### Exercise
From the data below, set down exactly the lines between the one holding "def _col_number(letters: str)" and the one holding "except ET.ParseError as", inclusive, and no others.

── Material for this exercise

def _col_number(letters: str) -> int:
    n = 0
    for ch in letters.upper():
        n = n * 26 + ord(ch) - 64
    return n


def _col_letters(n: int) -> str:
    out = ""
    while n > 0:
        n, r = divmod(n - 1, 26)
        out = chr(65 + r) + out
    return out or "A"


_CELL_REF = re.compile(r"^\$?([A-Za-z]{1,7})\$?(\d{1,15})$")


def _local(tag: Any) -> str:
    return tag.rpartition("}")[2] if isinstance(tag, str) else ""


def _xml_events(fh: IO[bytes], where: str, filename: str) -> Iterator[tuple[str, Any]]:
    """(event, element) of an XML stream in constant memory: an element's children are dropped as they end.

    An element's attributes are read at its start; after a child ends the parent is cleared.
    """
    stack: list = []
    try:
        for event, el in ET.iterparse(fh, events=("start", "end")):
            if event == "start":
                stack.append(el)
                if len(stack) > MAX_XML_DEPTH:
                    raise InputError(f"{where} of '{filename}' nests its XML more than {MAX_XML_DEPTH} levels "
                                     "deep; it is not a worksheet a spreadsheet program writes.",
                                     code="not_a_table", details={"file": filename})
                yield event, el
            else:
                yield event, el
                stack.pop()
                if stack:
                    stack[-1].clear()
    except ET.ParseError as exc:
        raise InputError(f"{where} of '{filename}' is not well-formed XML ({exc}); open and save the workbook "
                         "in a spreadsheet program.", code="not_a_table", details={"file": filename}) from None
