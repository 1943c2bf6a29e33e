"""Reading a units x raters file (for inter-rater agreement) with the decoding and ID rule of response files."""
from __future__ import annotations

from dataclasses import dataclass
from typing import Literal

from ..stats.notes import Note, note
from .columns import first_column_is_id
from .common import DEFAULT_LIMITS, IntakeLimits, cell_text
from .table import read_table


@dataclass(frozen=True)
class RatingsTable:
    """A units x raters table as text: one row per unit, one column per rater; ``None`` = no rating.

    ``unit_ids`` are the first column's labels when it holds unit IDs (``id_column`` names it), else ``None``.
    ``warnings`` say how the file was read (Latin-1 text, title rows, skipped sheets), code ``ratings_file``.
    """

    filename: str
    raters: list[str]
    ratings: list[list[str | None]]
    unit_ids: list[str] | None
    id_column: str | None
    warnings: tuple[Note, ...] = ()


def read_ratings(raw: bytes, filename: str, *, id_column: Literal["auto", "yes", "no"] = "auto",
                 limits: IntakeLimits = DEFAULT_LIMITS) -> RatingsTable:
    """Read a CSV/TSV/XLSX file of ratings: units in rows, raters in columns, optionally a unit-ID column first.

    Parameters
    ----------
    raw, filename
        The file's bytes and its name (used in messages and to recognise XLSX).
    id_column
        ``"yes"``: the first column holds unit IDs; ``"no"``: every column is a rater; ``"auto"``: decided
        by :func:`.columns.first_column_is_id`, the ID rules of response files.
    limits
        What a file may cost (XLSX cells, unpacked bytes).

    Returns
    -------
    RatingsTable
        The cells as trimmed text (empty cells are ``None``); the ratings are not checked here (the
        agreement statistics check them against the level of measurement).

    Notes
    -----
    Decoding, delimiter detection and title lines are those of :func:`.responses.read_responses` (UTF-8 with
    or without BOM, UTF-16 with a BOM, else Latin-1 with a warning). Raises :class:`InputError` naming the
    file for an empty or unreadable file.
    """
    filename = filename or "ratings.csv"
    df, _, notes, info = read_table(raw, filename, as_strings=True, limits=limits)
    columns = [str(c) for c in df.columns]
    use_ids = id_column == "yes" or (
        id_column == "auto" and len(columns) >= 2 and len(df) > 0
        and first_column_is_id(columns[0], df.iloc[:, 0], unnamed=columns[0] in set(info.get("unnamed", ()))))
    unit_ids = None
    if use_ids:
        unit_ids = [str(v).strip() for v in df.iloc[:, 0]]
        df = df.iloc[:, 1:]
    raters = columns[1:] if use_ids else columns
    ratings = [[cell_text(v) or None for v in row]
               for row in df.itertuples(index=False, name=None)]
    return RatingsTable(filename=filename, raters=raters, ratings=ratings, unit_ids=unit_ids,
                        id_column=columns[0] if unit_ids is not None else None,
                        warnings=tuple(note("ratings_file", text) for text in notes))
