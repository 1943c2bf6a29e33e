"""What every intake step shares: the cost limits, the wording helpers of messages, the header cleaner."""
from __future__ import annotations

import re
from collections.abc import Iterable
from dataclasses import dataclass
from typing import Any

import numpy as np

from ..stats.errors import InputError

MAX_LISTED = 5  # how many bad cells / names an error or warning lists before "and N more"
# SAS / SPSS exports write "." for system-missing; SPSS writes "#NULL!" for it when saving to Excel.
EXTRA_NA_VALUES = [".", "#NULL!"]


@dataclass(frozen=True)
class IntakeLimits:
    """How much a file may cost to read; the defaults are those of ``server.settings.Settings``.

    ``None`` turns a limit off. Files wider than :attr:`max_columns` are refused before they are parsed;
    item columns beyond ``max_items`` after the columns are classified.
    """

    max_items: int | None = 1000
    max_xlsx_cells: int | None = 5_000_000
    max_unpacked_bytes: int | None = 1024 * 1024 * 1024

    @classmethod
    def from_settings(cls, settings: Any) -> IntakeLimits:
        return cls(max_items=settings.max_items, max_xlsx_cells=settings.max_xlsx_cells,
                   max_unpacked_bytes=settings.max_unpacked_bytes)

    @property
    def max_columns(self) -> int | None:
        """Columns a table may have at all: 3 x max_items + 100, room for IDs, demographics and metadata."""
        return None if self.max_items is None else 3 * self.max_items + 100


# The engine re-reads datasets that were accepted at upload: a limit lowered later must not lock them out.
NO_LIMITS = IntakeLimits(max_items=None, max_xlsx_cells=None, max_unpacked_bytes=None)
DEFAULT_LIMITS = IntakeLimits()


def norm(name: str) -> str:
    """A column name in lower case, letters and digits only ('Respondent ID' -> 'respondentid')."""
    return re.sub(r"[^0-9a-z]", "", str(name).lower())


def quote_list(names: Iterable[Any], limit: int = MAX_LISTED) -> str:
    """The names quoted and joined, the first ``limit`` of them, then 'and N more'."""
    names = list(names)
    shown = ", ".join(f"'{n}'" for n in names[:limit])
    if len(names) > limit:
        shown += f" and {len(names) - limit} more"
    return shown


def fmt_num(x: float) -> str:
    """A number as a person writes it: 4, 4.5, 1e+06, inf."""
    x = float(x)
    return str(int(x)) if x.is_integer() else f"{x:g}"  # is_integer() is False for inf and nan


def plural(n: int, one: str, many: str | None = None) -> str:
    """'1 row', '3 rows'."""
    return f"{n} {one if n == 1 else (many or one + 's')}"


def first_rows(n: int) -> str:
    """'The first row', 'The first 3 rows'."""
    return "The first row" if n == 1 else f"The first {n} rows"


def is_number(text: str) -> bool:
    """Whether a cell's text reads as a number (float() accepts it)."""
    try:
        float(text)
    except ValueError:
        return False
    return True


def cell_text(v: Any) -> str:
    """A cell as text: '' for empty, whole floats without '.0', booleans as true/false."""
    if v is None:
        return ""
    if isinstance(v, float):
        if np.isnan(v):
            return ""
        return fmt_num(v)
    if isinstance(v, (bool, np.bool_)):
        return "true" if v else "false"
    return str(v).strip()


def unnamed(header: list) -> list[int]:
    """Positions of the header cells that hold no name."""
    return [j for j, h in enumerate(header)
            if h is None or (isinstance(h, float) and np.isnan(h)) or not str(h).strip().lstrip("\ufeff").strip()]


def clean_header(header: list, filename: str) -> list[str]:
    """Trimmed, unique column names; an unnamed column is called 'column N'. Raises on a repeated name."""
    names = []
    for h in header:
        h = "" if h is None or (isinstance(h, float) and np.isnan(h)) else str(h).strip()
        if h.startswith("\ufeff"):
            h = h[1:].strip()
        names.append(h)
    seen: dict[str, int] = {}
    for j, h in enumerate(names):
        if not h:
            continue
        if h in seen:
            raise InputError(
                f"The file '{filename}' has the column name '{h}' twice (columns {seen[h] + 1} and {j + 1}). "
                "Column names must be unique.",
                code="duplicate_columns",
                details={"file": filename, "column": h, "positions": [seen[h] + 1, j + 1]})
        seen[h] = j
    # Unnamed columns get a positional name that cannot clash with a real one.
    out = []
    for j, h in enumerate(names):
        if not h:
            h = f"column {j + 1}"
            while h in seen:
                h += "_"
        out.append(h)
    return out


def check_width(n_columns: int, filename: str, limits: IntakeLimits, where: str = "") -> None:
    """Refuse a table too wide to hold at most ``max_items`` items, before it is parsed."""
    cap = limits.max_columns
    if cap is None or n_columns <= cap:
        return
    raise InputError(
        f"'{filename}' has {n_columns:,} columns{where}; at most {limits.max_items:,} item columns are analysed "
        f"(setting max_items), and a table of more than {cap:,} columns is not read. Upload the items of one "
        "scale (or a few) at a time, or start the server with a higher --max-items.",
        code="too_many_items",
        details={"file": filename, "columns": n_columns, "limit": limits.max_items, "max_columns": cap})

────
── Material for this exercise

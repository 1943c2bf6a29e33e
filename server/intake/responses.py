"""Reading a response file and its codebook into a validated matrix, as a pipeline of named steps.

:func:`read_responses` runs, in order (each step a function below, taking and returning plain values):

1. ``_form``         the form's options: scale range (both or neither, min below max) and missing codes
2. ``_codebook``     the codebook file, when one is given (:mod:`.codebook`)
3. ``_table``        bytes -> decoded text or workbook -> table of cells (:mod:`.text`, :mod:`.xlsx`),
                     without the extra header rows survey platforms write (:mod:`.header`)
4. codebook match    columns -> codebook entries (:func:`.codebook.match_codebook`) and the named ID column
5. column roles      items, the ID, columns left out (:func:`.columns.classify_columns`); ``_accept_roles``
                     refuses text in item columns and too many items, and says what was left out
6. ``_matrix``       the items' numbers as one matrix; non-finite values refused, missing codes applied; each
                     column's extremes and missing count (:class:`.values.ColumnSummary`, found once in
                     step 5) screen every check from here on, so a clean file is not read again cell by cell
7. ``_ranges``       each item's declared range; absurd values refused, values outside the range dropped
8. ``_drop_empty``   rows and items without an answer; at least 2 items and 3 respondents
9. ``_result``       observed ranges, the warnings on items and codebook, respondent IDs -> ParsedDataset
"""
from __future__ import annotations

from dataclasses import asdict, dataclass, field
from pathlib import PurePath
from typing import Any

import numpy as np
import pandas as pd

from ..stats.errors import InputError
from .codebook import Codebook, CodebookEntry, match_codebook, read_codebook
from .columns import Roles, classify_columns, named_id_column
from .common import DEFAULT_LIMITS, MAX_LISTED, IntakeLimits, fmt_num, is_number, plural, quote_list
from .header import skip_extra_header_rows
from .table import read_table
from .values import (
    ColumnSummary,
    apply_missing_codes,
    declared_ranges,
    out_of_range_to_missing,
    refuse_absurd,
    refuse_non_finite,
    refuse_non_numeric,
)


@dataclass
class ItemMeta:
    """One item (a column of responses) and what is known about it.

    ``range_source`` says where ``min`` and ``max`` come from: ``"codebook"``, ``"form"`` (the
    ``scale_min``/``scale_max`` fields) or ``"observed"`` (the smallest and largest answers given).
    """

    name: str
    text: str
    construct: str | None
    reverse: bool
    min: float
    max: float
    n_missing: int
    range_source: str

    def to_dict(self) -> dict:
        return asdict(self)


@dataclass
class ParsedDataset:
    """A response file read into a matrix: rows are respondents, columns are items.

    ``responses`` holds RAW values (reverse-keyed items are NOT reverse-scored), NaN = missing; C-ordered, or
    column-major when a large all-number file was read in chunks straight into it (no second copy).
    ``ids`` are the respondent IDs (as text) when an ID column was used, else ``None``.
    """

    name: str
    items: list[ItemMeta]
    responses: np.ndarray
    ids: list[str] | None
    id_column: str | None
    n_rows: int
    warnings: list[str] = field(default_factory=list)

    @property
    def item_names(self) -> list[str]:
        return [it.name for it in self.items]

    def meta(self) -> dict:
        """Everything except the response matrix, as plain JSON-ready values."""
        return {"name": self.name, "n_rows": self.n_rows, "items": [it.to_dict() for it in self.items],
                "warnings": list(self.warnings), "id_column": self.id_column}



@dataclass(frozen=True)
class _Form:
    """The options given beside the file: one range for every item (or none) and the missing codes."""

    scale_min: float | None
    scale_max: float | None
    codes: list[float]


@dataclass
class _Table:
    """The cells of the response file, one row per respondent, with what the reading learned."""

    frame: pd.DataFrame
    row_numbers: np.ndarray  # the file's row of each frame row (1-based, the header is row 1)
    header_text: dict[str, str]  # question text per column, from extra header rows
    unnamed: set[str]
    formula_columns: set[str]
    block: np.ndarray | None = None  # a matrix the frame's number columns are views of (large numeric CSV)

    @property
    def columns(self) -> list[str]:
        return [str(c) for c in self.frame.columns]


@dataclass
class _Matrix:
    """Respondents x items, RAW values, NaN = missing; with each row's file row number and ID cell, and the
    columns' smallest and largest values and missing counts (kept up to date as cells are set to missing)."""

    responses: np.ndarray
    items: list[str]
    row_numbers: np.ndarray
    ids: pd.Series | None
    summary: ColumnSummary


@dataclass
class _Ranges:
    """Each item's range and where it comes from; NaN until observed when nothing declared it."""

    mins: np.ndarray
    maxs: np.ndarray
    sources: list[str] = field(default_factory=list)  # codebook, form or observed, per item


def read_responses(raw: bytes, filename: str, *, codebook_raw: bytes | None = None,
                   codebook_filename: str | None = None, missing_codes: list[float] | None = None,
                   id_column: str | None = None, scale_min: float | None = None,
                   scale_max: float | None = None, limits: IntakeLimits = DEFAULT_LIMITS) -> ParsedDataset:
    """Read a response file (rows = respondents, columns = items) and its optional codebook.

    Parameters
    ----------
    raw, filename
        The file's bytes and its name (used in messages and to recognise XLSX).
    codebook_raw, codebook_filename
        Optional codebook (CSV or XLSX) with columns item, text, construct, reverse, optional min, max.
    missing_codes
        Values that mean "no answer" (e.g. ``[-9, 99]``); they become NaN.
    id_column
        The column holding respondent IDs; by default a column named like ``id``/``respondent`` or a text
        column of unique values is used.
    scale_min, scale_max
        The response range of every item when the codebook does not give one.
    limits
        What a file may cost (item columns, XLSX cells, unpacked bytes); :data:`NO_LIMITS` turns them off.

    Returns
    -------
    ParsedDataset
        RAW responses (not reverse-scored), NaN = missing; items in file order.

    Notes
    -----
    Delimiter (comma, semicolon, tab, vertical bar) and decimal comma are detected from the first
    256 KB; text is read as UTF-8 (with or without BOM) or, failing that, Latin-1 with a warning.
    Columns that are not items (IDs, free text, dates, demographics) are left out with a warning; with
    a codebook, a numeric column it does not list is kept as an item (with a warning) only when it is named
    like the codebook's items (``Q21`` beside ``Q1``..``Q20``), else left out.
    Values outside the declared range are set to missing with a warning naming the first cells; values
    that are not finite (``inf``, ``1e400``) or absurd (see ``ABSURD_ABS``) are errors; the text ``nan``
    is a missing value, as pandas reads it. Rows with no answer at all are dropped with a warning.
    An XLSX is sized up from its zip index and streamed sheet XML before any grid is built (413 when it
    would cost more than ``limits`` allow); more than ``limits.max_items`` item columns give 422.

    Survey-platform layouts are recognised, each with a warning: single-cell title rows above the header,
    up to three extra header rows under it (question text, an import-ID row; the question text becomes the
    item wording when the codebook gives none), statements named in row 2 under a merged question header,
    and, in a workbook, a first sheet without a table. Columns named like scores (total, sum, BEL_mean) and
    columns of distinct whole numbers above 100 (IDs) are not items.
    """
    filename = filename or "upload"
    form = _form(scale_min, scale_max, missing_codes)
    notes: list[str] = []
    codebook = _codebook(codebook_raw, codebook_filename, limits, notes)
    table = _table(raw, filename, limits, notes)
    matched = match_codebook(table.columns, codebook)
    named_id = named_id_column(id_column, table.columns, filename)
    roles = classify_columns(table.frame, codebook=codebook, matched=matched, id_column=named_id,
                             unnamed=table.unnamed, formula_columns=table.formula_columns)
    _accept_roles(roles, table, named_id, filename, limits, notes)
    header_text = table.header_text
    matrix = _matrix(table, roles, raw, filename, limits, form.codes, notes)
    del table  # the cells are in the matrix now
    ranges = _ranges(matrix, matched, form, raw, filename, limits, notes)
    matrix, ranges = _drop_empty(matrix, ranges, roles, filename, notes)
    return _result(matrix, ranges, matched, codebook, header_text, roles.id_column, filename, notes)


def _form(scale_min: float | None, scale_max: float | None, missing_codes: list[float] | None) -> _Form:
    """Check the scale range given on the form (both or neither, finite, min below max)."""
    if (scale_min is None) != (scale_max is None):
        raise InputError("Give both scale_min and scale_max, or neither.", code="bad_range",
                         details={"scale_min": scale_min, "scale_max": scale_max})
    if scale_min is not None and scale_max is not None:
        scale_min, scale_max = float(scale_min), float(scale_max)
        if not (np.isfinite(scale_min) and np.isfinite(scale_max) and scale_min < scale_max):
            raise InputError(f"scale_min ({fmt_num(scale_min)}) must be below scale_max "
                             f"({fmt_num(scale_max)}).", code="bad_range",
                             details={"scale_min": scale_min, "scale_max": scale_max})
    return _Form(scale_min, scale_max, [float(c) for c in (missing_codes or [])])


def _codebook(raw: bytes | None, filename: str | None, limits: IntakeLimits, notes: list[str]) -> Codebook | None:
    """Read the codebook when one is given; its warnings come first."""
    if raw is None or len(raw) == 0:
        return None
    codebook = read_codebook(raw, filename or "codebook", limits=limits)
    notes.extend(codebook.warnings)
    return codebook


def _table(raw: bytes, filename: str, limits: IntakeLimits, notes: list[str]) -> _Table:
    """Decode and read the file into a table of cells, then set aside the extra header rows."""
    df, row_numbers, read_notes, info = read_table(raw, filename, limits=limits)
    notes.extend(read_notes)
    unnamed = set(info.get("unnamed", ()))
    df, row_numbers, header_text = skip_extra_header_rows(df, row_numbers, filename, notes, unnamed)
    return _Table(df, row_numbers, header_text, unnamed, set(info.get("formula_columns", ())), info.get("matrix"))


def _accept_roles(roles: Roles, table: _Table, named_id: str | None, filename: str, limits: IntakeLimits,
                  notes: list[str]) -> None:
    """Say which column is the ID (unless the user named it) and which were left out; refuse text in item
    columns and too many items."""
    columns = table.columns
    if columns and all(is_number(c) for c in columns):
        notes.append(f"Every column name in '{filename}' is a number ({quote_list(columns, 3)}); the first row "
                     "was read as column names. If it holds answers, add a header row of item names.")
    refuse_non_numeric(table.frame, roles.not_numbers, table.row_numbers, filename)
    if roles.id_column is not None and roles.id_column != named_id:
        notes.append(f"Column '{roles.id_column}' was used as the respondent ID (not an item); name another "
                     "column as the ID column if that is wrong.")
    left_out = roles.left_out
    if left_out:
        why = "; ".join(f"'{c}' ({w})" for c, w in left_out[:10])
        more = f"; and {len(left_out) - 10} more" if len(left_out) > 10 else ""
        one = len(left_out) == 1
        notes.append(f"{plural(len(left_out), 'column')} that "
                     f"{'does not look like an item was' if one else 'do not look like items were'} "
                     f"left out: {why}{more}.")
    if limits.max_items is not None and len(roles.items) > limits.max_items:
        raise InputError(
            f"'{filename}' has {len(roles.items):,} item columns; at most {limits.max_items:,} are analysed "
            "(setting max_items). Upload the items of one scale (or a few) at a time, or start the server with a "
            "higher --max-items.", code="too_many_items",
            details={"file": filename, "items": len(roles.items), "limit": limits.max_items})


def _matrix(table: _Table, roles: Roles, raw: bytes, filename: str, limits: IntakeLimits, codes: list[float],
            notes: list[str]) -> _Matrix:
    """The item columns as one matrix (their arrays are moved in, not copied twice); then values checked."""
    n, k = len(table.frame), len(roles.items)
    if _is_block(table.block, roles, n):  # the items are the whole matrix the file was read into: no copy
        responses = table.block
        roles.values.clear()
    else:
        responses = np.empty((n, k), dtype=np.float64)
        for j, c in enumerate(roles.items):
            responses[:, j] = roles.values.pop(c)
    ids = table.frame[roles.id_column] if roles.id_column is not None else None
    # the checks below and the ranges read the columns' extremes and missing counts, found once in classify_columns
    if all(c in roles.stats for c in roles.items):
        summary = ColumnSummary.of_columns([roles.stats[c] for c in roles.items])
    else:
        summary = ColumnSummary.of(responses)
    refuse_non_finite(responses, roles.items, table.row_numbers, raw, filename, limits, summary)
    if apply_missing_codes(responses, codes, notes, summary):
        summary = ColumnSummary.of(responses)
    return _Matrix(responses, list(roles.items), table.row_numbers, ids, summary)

────
── Material for this exercise

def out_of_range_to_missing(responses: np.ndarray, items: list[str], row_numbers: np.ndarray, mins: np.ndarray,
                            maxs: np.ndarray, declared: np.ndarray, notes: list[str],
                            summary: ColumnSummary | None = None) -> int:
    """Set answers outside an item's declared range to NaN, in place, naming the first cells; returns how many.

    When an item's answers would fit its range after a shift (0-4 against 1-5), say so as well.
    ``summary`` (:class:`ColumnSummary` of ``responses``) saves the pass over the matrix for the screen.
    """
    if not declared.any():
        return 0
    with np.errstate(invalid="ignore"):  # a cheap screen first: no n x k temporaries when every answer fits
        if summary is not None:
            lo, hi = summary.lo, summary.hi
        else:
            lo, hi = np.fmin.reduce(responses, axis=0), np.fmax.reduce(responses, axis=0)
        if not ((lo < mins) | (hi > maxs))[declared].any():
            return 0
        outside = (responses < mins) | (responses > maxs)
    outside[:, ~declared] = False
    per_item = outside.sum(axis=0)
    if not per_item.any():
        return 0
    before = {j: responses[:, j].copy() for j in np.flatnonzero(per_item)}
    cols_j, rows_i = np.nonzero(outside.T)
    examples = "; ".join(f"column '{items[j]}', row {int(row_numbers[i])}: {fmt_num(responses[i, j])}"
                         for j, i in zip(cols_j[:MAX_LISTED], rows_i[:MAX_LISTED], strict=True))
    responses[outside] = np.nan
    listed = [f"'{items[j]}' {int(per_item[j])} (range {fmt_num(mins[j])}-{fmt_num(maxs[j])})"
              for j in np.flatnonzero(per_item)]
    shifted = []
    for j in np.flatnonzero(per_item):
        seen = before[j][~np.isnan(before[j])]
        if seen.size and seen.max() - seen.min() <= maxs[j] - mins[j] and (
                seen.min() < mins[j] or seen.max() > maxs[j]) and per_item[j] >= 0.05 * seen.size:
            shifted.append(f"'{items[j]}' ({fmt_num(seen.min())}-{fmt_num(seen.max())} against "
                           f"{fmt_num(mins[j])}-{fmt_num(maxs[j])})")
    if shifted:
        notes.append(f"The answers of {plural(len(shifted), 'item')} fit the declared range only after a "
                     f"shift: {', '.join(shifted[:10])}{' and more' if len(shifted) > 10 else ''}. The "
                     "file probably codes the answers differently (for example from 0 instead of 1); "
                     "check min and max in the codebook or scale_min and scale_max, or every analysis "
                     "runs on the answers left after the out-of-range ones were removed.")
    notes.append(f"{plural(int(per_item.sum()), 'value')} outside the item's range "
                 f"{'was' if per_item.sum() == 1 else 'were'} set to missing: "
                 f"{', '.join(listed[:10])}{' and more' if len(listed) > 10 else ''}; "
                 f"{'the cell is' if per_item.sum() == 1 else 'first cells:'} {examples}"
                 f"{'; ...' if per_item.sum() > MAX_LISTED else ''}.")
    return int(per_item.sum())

────

### Solved exercise
def _col_number(letters: str) -> int:
    n = 0
    for ch in letters.upper():
        n = n * 26 + ord(ch) - 64
    return n


def _col_letters(n: int) -> str:
    out = ""
    while n > 0:
        n, r = divmod(n - 1, 26)
        out = chr(65 + r) + out
    return out or "A"


_CELL_REF = re.compile(r"^\$?([A-Za-z]{1,7})\$?(\d{1,15})$")


def _local(tag: Any) -> str:
    return tag.rpartition("}")[2] if isinstance(tag, str) else ""


def _xml_events(fh: IO[bytes], where: str, filename: str) -> Iterator[tuple[str, Any]]:
    """(event, element) of an XML stream in constant memory: an element's children are dropped as they end.

    An element's attributes are read at its start; after a child ends the parent is cleared.
    """
    stack: list = []
    try:
        for event, el in ET.iterparse(fh, events=("start", "end")):
            if event == "start":
                stack.append(el)
                if len(stack) > MAX_XML_DEPTH:
                    raise InputError(f"{where} of '{filename}' nests its XML more than {MAX_XML_DEPTH} levels "
                                     "deep; it is not a worksheet a spreadsheet program writes.",
                                     code="not_a_table", details={"file": filename})
                yield event, el
            else:
                yield event, el
                stack.pop()
                if stack:
                    stack[-1].clear()
    except ET.ParseError as exc:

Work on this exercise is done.